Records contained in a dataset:
▶

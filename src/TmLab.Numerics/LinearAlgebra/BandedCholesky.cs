namespace TmLab.Numerics.LinearAlgebra;

/// <summary>
/// The factor A = L Lᵀ of a symmetric positive-definite band matrix, with the solution of A x = b and the diagonal of A⁻¹ (the
/// variances, when A is an information matrix) by the recursion of Takahashi, Fagan &amp; Chin (1973). n w² operations for n unknowns and
/// half-bandwidth w.
/// </summary>
public sealed class BandedCholesky
{
    private readonly int[] _place;
    private readonly int _width;
    private readonly double[] _band;

    internal BandedCholesky(int[] place, int width)
    {
        _place = place;
        _width = width;
        _band = new double[(long)place.Length * (width + 1)];
    }

    /// <summary>Half-bandwidth after renumbering.</summary>
    public int HalfBandwidth => _width;

    private int Size => _place.Length;

    /// <summary>Solves A x = b.</summary>
    public double[] Solve(ReadOnlySpan<double> right)
    {
        Preconditions.SameLength(right.Length, Size);
        var y = new double[Size];
        for (int i = 0; i < Size; i++)
        {
            y[_place[i]] = right[i];
        }

        Forward(y);
        Backward(y);
        var x = new double[Size];
        for (int i = 0; i < Size; i++)
        {
            x[i] = y[_place[i]];
        }

        return x;
    }

    /// <summary>
    /// x = L⁻ᵀ z: for independent standard normal z a draw from the normal distribution of covariance A⁻¹.
    /// </summary>
    public double[] Colour(ReadOnlySpan<double> white)
    {
        Preconditions.SameLength(white.Length, Size);
        double[] y = white.ToArray();
        Backward(y);
        return [.. _place.Select(p => y[p])];
    }

    /// <summary>The diagonal of A⁻¹.</summary>
    public double[] InverseDiagonal()
    {
        var inverse = new double[_band.Length];
        for (int j = Size - 1; j >= 0; j--)
        {
            int last = Math.Min(Size - 1, j + _width);
            for (int i = last; i > j; i--)
            {
                inverse[At(i, j)] = -Sum(inverse, j, last, i) / _band[At(j, j)];
            }

            inverse[At(j, j)] = ((1 / _band[At(j, j)]) - Sum(inverse, j, last, j)) / _band[At(j, j)];
        }

        return [.. _place.Select(p => inverse[At(p, p)])];
    }

    internal void Set(int i, int j, double value)
    {
        if (i >= j)
        {
            _band[At(i, j)] = value;
        }
    }

    internal void Decompose()
    {
        for (int j = 0; j < Size; j++)
        {
            double pivot = _band[At(j, j)] - Dot(j, j);
            if (!(pivot > 0))
            {
                throw new LinearAlgebraException("banded Cholesky factorisation", j + 1);
            }

            double root = Math.Sqrt(pivot);
            _band[At(j, j)] = root;
            for (int i = j + 1; i <= Math.Min(Size - 1, j + _width); i++)
            {
                _band[At(i, j)] = (_band[At(i, j)] - Dot(i, j)) / root;
            }
        }
    }

    // Row i of L holds columns i − w … i.
    private int At(int i, int j) => (i * (_width + 1)) + j - i + _width;

    private double Dot(int i, int j)
    {
        double sum = 0;
        for (int k = Math.Max(0, i - _width); k < j; k++)
        {
            sum += _band[At(i, k)] * _band[At(j, k)];
        }

        return sum;
    }

    // Σ_{k > j} L[k, j] Z[k, i], Z the inverse so far.
    private double Sum(double[] inverse, int j, int last, int i)
    {
        double sum = 0;
        for (int k = j + 1; k <= last; k++)
        {
            sum += _band[At(k, j)] * inverse[k >= i ? At(k, i) : At(i, k)];
        }

        return sum;
    }

    private void Forward(double[] y)
    {
        for (int i = 0; i < Size; i++)
        {
            for (int k = Math.Max(0, i - _width); k < i; k++)
            {
                y[i] -= _band[At(i, k)] * y[k];
            }

            y[i] /= _band[At(i, i)];
        }
    }

    private void Backward(double[] y)
    {
        for (int i = Size - 1; i >= 0; i--)
        {
            y[i] /= _band[At(i, i)];
            for (int k = Math.Max(0, i - _width); k < i; k++)
            {
                y[k] -= _band[At(i, k)] * y[i];
            }
        }
    }
}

◀

» AIM OF THE TASK:
From the entries above, extract every line where the word "right" appears.

» PROBLEM SOLUTION:
    public double[] Solve(ReadOnlySpan<double> right)
        Preconditions.SameLength(right.Length, Size);
            y[_place[i]] = right[i];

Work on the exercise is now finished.